Dioncounda Traoré (born 23 February 1942) is a Malian politician who has been President of Mali in an interim capacity since April 2012. He has been President of the National Assembly of Mali since September 2007, as well as President of the Alliance for Democracy in Mali-African Party for Solidarity and Justice (ADEMA-PASJ) since 2000. He was also President of the Alliance for Democracy and Progress (ADP), an alliance of parties that supported the re-election of President Amadou Toumani Touré in 2007.
Political Career
Traoré was born in Kati. After studying abroad in the Soviet Union, at the University of Algiers, and at the University of Nice, he taught in Mali at the Teachers' College (ENSUP) from 1977 to 1980. He was then arrested for trade union activities and sent to Ménaka in northern Mali. Subsequently, he became director-general of the National School of Engineering. He participated in the struggle for democracy that culminated with the overthrow of President Moussa Traoré in March 1991. He was a founding member of ADEMA, and at its constitutive congress, held on 25–26 May 1991, he was elected as its Second Vice-President, while Alpha Oumar Konaré was elected as the party's President and Mohamed Lamine Traoré was elected as its First Vice-President.

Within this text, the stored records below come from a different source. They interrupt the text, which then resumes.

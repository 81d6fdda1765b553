import { z } from 'zod';
import type { RunRequest } from '../runs.ts';

/** The one process that the API offers. */
export const PROCESS_ID = 'basin-run';

/** The schemas that have a name in the OpenAPI document. */
export const namedSchemas = z.registry<{ id: string }>();

function named<S extends z.ZodType>(id: string, schema: S): S {
  namedSchemas.add(schema, { id });
  return schema;
}

const count = z.number().int().min(0);
const moment = z.iso.datetime();

export const link = named(
  'link',
  z.object({
    href: z.string().describe('Where it leads'),
    rel: z.string().optional().describe('How it relates to this document'),
    type: z.string().optional().describe('Media type'),
    title: z.string().optional(),
  }),
);
export type Link = z.output<typeof link>;
const links = z.array(link);

export const problem = named(
  'problem',
  z.object({
    type: z.string().describe('URI of the kind of problem, or about:blank'),
    title: z.string().describe('The kind of problem in words'),
    status: z.number().int().min(400).max(599).describe('HTTP status'),
    detail: z.string().describe('What is wrong here'),
    instance: z.string().describe('Names this answer, in the log too'),
    code: z.string().describe('Code of the error table; it does not change'),
    remedy: z.string().describe('What to do'),
    errors: z
      .array(z.object({ code: z.string(), detail: z.string() }))
      .optional()
      .describe('All that is wrong, where it is more than one thing'),
  }),
);
export type Problem = z.output<typeof problem>;

const place = z.string().min(1).max(4096);

export const runRequest = named(
  'runRequest',
  z.strictObject({
    basinFile: place.describe('Path of the basin file on the machine of the coordinator'),
    set: z
      .record(z.string().max(200), z.string().max(4096))
      .optional()
      .describe('Values of the basin file to change, by dotted key: { "grid.tile": "256" }; each is read as YAML'),
    out: place.optional().describe('Folder or s3://bucket/prefix of the output instead of the one in the basin file'),
  }),
) satisfies z.ZodType<RunRequest>;

export const execute = named(
  'execute',
  z.strictObject({
    inputs: runRequest,
    response: z.literal('document').optional().describe('The only form of results there is'),
  }),
);

export const JOB_STATUSES = ['accepted', 'running', 'successful', 'failed', 'dismissed'] as const;
export const jobStatus = z.enum(JOB_STATUSES);
export type JobStatus = z.output<typeof jobStatus>;

export const stageCounts = named(
  'stageCounts',
  z.object({
    total: count.describe('Jobs of the stage'),
    done: count.describe('Done in this run'),
    kept: count.describe('Found done from an earlier run'),
    setAside: count.describe('Failed for good and set aside'),
  }),
);

export const statusInfo = named(
  'statusInfo',
  z.object({
    jobID: z.string(),
    processID: z.string(),
    type: z.literal('process'),
    status: jobStatus,
    message: z.string().describe('The status in words'),
    created: moment,
    started: moment.optional(),
    finished: moment.optional(),
    updated: moment,
    progress: z.number().int().min(0).max(100).describe('Share of the work that is done, %, roughly'),
    basin: z.string().describe('Name of the basin'),
    basinFile: z.string(),
    stages: z.record(z.string(), stageCounts).describe('Counts of every stage that has begun'),
    setAside: count.describe('Tiles, scenes, passes and products that were set aside or noted; see failures'),
    exception: z
      .object({
        type: z.string(),
        title: z.string(),
        status: z.number().int(),
        detail: z.string(),
        code: z.string(),
        remedy: z.string(),
      })
      .optional()
      .describe('Why the run failed'),
    links,
  }),
);
export type StatusInfo = z.output<typeof statusInfo>;

/** A parameter that may be given several times, or once with commas. */
const listOf = <T extends z.ZodType>(item: T) =>
  z.preprocess((value) => [value].flat().flatMap((text) => String(text).split(',')), z.array(item));

export const jobListQuery = z.strictObject({
  limit: z.coerce.number().int().min(1).max(1000).default(10).describe('Most runs in one answer'),
  status: listOf(jobStatus)
    .optional()
    .describe(`Only runs of these statuses: ${JOB_STATUSES.join(', ')}`),
  processID: listOf(z.string()).optional().describe(`Only runs of these processes; all are of ${PROCESS_ID}`),
  type: listOf(z.literal('process')).optional().describe('Only jobs of these types; all are "process"'),
  after: z.string().optional().describe('The page after this run; taken from the link "next"'),
});
export type JobListQuery = z.output<typeof jobListQuery>;

export const jobList = named('jobList', z.object({ jobs: z.array(statusInfo), links }));

export const landingPage = named('landingPage', z.object({ title: z.string(), description: z.string(), links }));

export const confClasses = named('confClasses', z.object({ conformsTo: z.array(z.string()) }));

const summary = {
  id: z.string(),
  version: z.string(),
  title: z.string(),
  description: z.string(),
  jobControlOptions: z.array(z.enum(['sync-execute', 'async-execute', 'dismiss'])),
  outputTransmission: z.array(z.enum(['value', 'reference'])),
  links,
};
const jsonSchema = z.record(z.string(), z.unknown()).describe('JSON Schema');
const input = {
  title: z.string(),
  description: z.string(),
  schema: jsonSchema,
};

export const processSummary = named('processSummary', z.object(summary));
export const processList = named('processList', z.object({ processes: z.array(processSummary), links }));
export const processDescription = named(
  'process',
  z.object({
    ...summary,
    inputs: z.record(z.string(), z.object({ ...input, minOccurs: count, maxOccurs: count })),
    outputs: z.record(z.string(), z.object(input)),
  }),
);

export const results = named(
  'results',
  z.record(z.string(), z.union([link, z.array(link)])).describe('Links to the outputs, by their names'),
);
export type Results = z.output<typeof results>;

const leftOut = named(
  'leftOut',
  z.object({
    kind: z.enum(['scene', 'pass', 'tile', 'product']),
    id: z.string(),
    gap: z.boolean().describe('True when the products lack something that was asked for'),
    error: z.object({
      code: z.string(),
      message: z.string(),
      remedy: z.string(),
      retryable: z.boolean(),
      parameters: z.record(z.string(), z.union([z.string(), z.number()])),
    }),
  }),
);

export const failures = named(
  'failures',
  z.object({
    jobID: z.string(),
    status: jobStatus,
    failures: z.array(leftOut).describe('What left a gap'),
    notes: z.array(leftOut).describe('What was left out or is doubtful, without a gap'),
    links,
  }),
);
export type Failures = z.output<typeof failures>;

After Konaré was elected as President of Mali in the 1992 presidential election, Traoré was appointed Minister of the Civil Service, Labor, and the Moderization of Administration on 9 June 1992, in the first government under Konaré's presidency. He was then named Minister of State for Defense on 16 April 1993, holding that position until he became Minister of State for Foreign Affairs on 25 October 1994. At ADEMA's first ordinary congress, held in September 1994, Traoré was elected as the First Vice-President of the party, while Ibrahim Boubacar Keïta was elected as its President.
He was elected as a Deputy in the National Assembly from Nara in 1997 and resigned as Minister of State for Foreign Affairs on 24 August 1997 to take his seat. In the National Assembly, he became President of the ADEMA Parliamentary Group, and following the resignation of Keïta as ADEMA President in October 2000, Traoré was elected as ADEMA President at the party's first extraordinary congress, held on 25–28 November 2000. In the 2002 parliamentary election, he was defeated in Nara and lost his seat.

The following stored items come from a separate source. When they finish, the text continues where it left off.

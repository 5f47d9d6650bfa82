// A table: words to the left, figures to the right, the unit in the head.

import { figure } from './figures.ts';
import { type Markup, markup } from './markup.ts';

export interface Column<Row> {
  readonly head: string;
  readonly unit?: string;
  readonly decimals?: number;
  readonly of: (row: Row) => string | number;
}

/** The first column names the row. The last `sums` rows are set off as sums. */
export function table<Row>(
  columns: readonly Column<Row>[],
  rows: readonly Row[],
  sums = 0,
): Markup {
  const isFigure = columns.map(({ of }) => rows.every((row) => typeof of(row) === 'number'));
  const heads = columns.map(
    ({ head, unit = '' }, c) =>
      markup`<th scope="col" class="${isFigure[c] ? 'number' : 'word'}">${head}${unit === '' ? '' : markup`<span>${unit}</span>`}</th>`,
  );
  const body = rows.map((row, r) => {
    const cells = columns.map(({ decimals = 0, of }, c) => {
      const value = of(row);
      const text = typeof value === 'number' ? figure(value, decimals) : value;
      return c === 0
        ? markup`<th scope="row">${text}</th>`
        : markup`<td class="${isFigure[c] ? 'number' : 'word'}">${text}</td>`;
    });
    return markup`<tr${r >= rows.length - sums ? markup` class="sum"` : ''}>${cells}</tr>\n`;
  });
  return markup`<table>\n<thead><tr>${heads}</tr></thead>\n<tbody>\n${body}</tbody>\n</table>\n`;
}
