// Hours of the year as words, in local standard time.

import { hourName, monthOfHour } from '../../engine/index.ts';

export const monthNames = [
  'January',
  'February',
  'March',
  'April',
  'May',
  'June',
  'July',
  'August',
  'September',
  'October',
  'November',
  'December',
] as const;

const dayNames = ['Sun', 'Mon', 'Tue', 'Wed', 'Thu', 'Fri', 'Sat'] as const;

export interface Month {
  readonly name: string;
  readonly firstHour: number;
  /** One past the last. */
  readonly endHour: number;
}

export function monthsOf(hours: number): Month[] {
  const months = monthNames.map((name) => ({ name, firstHour: hours, endHour: 0 }));
  for (let day = 0; day * 24 < hours; day++) {
    const month = months[monthOfHour(day * 24, hours)];
    if (!month) continue;
    month.firstHour = Math.min(month.firstHour, day * 24);
    month.endHour = Math.min(hours, day * 24 + 24);
  }
  return months;
}

/** `26 January, 07:00` from the engine's `2025-01-26T07:00`; empty stays empty. */
export function momentText(stamp: string): string {
  const [, month, day, time] = /^\d{4}-(\d{2})-(\d{2})T(\d{2}:\d{2})$/.exec(stamp) ?? [];
  const name = monthNames[Number(month) - 1];
  return name ? `${Number(day)} ${name}, ${time}` : stamp;
}

/** `26 January` from `2025-01-26`. */
export function dateText(date: string): string {
  const [, month, day] = /^\d{4}-(\d{2})-(\d{2})/.exec(date) ?? [];
  const name = monthNames[Number(month) - 1];
  return name ? `${Number(day)} ${name}` : date;
}

interface Year {
  readonly hours: number;
  readonly year: number;
}

/** `Wed 6 Aug`, for an axis. */
export function dayLabel(hour: number, { hours, year }: Year): string {
  const weekday = new Date(Date.UTC(year, 0, 1 + Math.floor(hour / 24))).getUTCDay();
  const [date = '', month = ''] = dateText(hourName(hour, hours, year)).split(' ');
  return `${dayNames[weekday]} ${date} ${month.slice(0, 3)}`;
}

const clock = (hour: number) => `${String(hour).padStart(2, '0')}:00`;

/** `Wed 6 Aug, 14:00 to 15:00` */
export function hourSpan(hour: number, year: Year): string {
  return `${dayLabel(hour, year)}, ${clock(hour % 24)} to ${clock((hour % 24) + 1)}`;
}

In the July 2007 parliamentary election, Traoré ran again at the head of an ADEMA list in Nara, where three seats were at stake. In the first round, his list won 39.59% of the vote, and in the second round it prevailed with 58.41% of the vote. When the new National Assembly held its first meeting on 3 September 2007, Traoré was elected as President of the National Assembly, receiving 111 votes against 31 for Mountaga Tall of the National Congress for Democratic Initiative (CNID), another member of the ADP.

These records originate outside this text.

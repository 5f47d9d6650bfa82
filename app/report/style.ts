// The report's look: light colours, one column, A4 in print.

import { ink } from './ink.ts';
import type { Markup } from './markup.ts';

/** A font file to carry in the page, as base64 of woff2. */
export interface Font {
  readonly weight: 400 | 600;
  readonly woff2Base64: string;
}

const warmSteps = [0, 1, 2, 3, 4, 5, 6, 7] as const;

export function style(fonts: readonly Font[]): Markup {
  const faces = fonts.map(
    ({ weight, woff2Base64 }) =>
      `@font-face{font-family:'IBM Plex Sans';font-weight:${weight};src:url(data:font/woff2;base64,${woff2Base64.replace(/[^A-Za-z0-9+/=]/g, '')}) format('woff2')}\n`,
  );
  return { markup: `<style>\n${faces.join('')}${rules}</style>\n` };
}

const rules = `:root{color-scheme:light}
*{box-sizing:border-box}
body{margin:0;background:${ink.sheet};color:${ink.ink};font:13px/18px 'IBM Plex Sans',system-ui,sans-serif;overflow-wrap:anywhere}
main{width:min(760px,100%);margin:0 auto;padding:28px 0 40px}
@media (max-width:800px){main{padding:20px 16px}}
h1{font-size:20px;line-height:26px;font-weight:600;margin:0 0 2px}
h2{font-size:15px;line-height:20px;font-weight:600;margin:0 0 4px}
p{margin:0 0 8px;max-width:92ch}
section{margin-top:26px}
a{color:inherit}
svg{display:block;width:100%;height:auto}
.note,header p{color:${ink['ink-2']}}
.note{font-size:11px;line-height:15px}
.answers{display:grid;grid-template-columns:repeat(3,1fr);gap:16px 24px;margin:14px 0 10px}
.answers dt{color:${ink['ink-2']}}
.answers dd{margin:0;color:${ink['ink-2']}}
.answers b{font-size:24px;line-height:28px;font-weight:600;letter-spacing:-.01em;color:${ink.ink}}
.danger,.caution b{color:${ink.warn}}
.caution{position:relative;padding-left:22px}
.caution svg{position:absolute;left:0;top:2px;width:14px;height:13px;fill:none;stroke:${ink.warn};stroke-width:1.4}
.lines{margin:0}
.lines div{display:flex;gap:12px;padding:1px 0}
.lines dt{flex:0 0 150px;color:${ink['ink-2']}}
.lines dd{margin:0;flex:1}
sup{line-height:0}
ul{margin:0 0 8px;padding-left:18px}
table{border-collapse:collapse;width:100%;margin:4px 0 6px;overflow-wrap:normal}
th,td{padding:4px 0 4px 12px;border-bottom:1px solid ${ink.line};text-align:left;vertical-align:bottom;font-weight:400}
th:first-child{padding-left:0;overflow-wrap:anywhere}
thead th{color:${ink['ink-2']};font-size:12px;line-height:15px}
thead span{display:block;color:${ink['ink-3']}}
.number{text-align:right;white-space:nowrap}
.sum th,.sum td{font-weight:600;border-bottom:0}
#balance th,#balance td{padding-left:8px;font-size:12px}
#balance th:first-child{padding-left:0}
text{font-size:12px;fill:${ink['ink-2']}}
.small{font-size:11px}
.end{text-anchor:end}
.middle{text-anchor:middle}
.strong{font-weight:600;fill:${ink.ink}}
.room-words{fill:${ink['heat-in']};font-weight:600}
.cool-words{fill:${ink['heat-out']};font-weight:600}
.air-words{fill:${ink.air}}
.band-words{fill:${ink['band-ink']}}
.grid{stroke:${ink.line};stroke-width:1;fill:none}
.edge-full{fill:${ink.ink};stroke:${ink.ink};stroke-width:1}
.edge-open{fill:${ink.sheet};stroke:${ink.ink};stroke-width:1}
.band{fill:${ink.band}}
.above{fill:${ink['amount-2']}}
.below{fill:${ink['chill-2']}}
.air-line{fill:none;stroke:${ink.air};stroke-width:1.3}
.halo{fill:none;stroke:${ink.sheet};stroke-width:5}
.room-line{fill:none;stroke:${ink['heat-in']};stroke-width:2.4;stroke-linejoin:round}
.ring{fill:${ink.sheet};stroke:${ink.ink};stroke-width:1.5}
.bar-heat{fill:${ink['heat-in']}}
.bar-cool{fill:${ink['heat-out']}}
.bar-above{fill:${ink['warm-5']}}
.bar-building{fill:${ink.ink}}
.bracket{fill:none;stroke:${ink.ink};stroke-width:1.5}
.load-heat{fill:none;stroke:${ink['heat-in']};stroke-width:2.4}
.load-cool{fill:none;stroke:${ink['heat-out']};stroke-width:2.4}
.under-heat{fill:${ink['amount-1']}}
.under-cool{fill:none}
.stream-in{fill:${ink['heat-in']}}
.stream-out{fill:${ink['heat-out']}}
.stream-sun{fill:${ink.sun};stroke:${ink['sun-ink']};stroke-width:1}
.stream-stored{fill:${ink.ghost}}
.crisp{shape-rendering:crispEdges}
${warmSteps.map((step) => `.warm-${step}{fill:${ink[`warm-${step}`]}}`).join('\n')}
.hatch-line{fill:${ink.ink}}
.print-only{display:none}
@page{size:A4;margin:15mm 14mm}
@media print{
main{width:auto;padding:0}
body{font-size:9.5pt;line-height:13pt;background:none}
.print-only{display:inline}
section{margin-top:18px}
svg,table,.answers,.caution,h2+p{break-inside:avoid}
h2,h2+p{break-after:avoid}
.keep{break-inside:avoid}
*{print-color-adjust:exact;-webkit-print-color-adjust:exact}
}
`;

Following the March 2012 military coup, which precipitated economic sanctions and a blockade by ECOWAS against Mali, a deal, brokered in Burkina Faso by President Blaise Compaoré under the auspices of ECOWAS, was signed on 6 April 2012 that would see the head of the military junta, Captain Amadou Sanogo, cede power to Dioncounda Traoré to assume the presidency in an interim capacity until an election could be held. Traoré had left the country following the coup, but returned on 7 April.